* TASK STATEMENT:
Within the entries below, find the lines that hold "scale" and report only how many there are.

▬▬▬

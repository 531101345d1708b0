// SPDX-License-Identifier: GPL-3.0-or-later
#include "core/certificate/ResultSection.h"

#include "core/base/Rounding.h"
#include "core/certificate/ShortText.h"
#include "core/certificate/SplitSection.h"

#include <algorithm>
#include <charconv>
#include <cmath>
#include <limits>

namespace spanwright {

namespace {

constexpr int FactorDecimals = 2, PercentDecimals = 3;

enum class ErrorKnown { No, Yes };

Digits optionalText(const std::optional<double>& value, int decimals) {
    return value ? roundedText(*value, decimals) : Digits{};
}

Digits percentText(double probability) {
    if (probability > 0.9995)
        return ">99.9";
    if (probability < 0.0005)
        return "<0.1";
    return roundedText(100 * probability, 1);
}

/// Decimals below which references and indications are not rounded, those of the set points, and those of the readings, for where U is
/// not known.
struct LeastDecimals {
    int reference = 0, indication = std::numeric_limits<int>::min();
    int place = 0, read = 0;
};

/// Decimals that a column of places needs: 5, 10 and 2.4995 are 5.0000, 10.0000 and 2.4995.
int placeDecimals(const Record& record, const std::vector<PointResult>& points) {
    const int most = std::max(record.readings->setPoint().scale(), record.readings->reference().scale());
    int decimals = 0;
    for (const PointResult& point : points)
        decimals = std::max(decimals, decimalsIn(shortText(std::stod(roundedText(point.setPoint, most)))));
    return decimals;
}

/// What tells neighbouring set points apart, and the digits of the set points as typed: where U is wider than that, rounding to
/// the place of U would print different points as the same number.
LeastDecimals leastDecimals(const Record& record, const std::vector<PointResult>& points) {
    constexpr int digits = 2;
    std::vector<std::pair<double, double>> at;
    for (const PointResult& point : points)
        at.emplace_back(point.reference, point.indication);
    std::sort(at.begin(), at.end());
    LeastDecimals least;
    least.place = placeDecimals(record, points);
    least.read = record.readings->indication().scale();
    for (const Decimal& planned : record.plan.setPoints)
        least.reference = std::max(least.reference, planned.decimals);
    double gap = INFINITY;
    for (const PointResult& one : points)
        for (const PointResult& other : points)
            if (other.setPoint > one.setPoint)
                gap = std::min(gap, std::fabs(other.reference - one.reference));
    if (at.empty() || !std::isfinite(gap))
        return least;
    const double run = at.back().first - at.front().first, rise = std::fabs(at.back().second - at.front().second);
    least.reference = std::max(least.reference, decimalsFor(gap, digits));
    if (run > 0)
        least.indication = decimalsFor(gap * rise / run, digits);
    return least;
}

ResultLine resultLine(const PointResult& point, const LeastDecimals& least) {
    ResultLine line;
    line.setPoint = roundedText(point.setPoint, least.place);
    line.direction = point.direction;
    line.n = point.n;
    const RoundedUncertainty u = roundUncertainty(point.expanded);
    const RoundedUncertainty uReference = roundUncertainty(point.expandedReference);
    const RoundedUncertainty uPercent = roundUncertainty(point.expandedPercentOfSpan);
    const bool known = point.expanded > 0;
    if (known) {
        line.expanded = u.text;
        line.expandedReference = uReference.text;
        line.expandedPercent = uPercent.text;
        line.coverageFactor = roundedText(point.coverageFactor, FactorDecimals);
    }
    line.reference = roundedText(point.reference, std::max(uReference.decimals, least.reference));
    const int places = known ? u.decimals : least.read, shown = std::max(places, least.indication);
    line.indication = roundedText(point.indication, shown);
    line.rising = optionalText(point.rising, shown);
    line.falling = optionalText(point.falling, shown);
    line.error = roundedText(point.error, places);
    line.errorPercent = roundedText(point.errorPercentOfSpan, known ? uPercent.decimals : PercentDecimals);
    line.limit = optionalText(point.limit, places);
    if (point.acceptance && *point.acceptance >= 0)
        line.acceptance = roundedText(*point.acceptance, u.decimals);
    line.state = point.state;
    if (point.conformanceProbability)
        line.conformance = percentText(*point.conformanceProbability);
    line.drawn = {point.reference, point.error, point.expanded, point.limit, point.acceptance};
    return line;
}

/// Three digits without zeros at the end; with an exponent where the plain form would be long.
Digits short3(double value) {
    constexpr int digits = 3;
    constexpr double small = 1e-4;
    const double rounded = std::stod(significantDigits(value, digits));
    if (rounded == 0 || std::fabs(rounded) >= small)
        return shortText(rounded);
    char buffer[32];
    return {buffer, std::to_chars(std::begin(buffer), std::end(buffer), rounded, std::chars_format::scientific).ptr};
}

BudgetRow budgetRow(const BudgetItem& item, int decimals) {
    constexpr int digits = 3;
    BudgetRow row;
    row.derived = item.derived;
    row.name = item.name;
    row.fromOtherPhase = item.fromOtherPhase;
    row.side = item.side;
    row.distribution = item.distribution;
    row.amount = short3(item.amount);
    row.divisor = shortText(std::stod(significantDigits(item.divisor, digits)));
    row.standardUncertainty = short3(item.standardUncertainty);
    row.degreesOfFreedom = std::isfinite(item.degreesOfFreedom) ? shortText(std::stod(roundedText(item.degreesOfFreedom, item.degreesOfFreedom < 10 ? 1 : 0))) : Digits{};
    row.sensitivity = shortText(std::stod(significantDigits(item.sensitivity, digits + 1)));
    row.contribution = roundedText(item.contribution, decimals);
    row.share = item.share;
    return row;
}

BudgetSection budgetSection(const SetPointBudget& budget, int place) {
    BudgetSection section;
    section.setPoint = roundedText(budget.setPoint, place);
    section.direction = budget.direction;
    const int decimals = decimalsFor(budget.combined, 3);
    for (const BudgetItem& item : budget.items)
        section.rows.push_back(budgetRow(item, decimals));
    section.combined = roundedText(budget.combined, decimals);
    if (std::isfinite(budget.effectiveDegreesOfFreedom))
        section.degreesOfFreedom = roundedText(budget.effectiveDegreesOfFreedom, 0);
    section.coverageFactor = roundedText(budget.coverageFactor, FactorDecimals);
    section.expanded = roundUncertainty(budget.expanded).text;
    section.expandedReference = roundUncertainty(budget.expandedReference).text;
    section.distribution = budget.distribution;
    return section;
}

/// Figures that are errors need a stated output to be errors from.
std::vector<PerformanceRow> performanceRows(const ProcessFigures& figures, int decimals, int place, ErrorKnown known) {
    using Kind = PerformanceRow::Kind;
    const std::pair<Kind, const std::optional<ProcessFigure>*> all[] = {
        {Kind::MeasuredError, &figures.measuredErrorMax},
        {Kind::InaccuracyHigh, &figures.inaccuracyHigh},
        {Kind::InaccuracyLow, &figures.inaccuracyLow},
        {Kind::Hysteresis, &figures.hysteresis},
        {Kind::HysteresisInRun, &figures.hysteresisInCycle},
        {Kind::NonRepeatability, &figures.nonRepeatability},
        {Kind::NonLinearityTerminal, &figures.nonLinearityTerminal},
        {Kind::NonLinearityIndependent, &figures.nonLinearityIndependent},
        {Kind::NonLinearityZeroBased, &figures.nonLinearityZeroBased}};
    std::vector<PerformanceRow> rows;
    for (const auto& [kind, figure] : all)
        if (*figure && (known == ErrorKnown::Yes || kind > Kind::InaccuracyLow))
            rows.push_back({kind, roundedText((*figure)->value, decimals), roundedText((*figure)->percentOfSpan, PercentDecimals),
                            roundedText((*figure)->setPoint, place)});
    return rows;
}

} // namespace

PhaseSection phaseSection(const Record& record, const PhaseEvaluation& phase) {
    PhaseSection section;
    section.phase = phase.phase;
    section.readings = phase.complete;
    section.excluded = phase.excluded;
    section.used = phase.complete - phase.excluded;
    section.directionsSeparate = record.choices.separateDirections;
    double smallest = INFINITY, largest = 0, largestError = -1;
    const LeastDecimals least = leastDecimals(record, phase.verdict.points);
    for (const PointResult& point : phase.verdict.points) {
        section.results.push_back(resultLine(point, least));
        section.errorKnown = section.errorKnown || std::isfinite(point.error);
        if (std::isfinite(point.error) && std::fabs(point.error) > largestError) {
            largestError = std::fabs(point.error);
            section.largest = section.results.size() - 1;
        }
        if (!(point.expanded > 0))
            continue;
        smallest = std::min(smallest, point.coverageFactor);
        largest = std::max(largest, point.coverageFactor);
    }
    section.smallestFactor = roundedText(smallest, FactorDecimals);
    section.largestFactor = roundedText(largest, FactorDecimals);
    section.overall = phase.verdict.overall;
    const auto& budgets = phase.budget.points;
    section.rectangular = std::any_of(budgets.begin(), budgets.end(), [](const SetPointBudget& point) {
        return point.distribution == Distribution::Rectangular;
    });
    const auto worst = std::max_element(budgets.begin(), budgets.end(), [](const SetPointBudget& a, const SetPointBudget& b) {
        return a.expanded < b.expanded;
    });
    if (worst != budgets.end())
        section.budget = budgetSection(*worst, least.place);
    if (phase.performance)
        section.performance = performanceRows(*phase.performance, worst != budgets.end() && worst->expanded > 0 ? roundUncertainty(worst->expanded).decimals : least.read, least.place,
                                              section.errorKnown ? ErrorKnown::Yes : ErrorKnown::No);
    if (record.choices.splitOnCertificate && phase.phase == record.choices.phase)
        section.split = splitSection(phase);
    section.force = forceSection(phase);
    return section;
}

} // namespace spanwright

▬▬▬

* RESULT:
2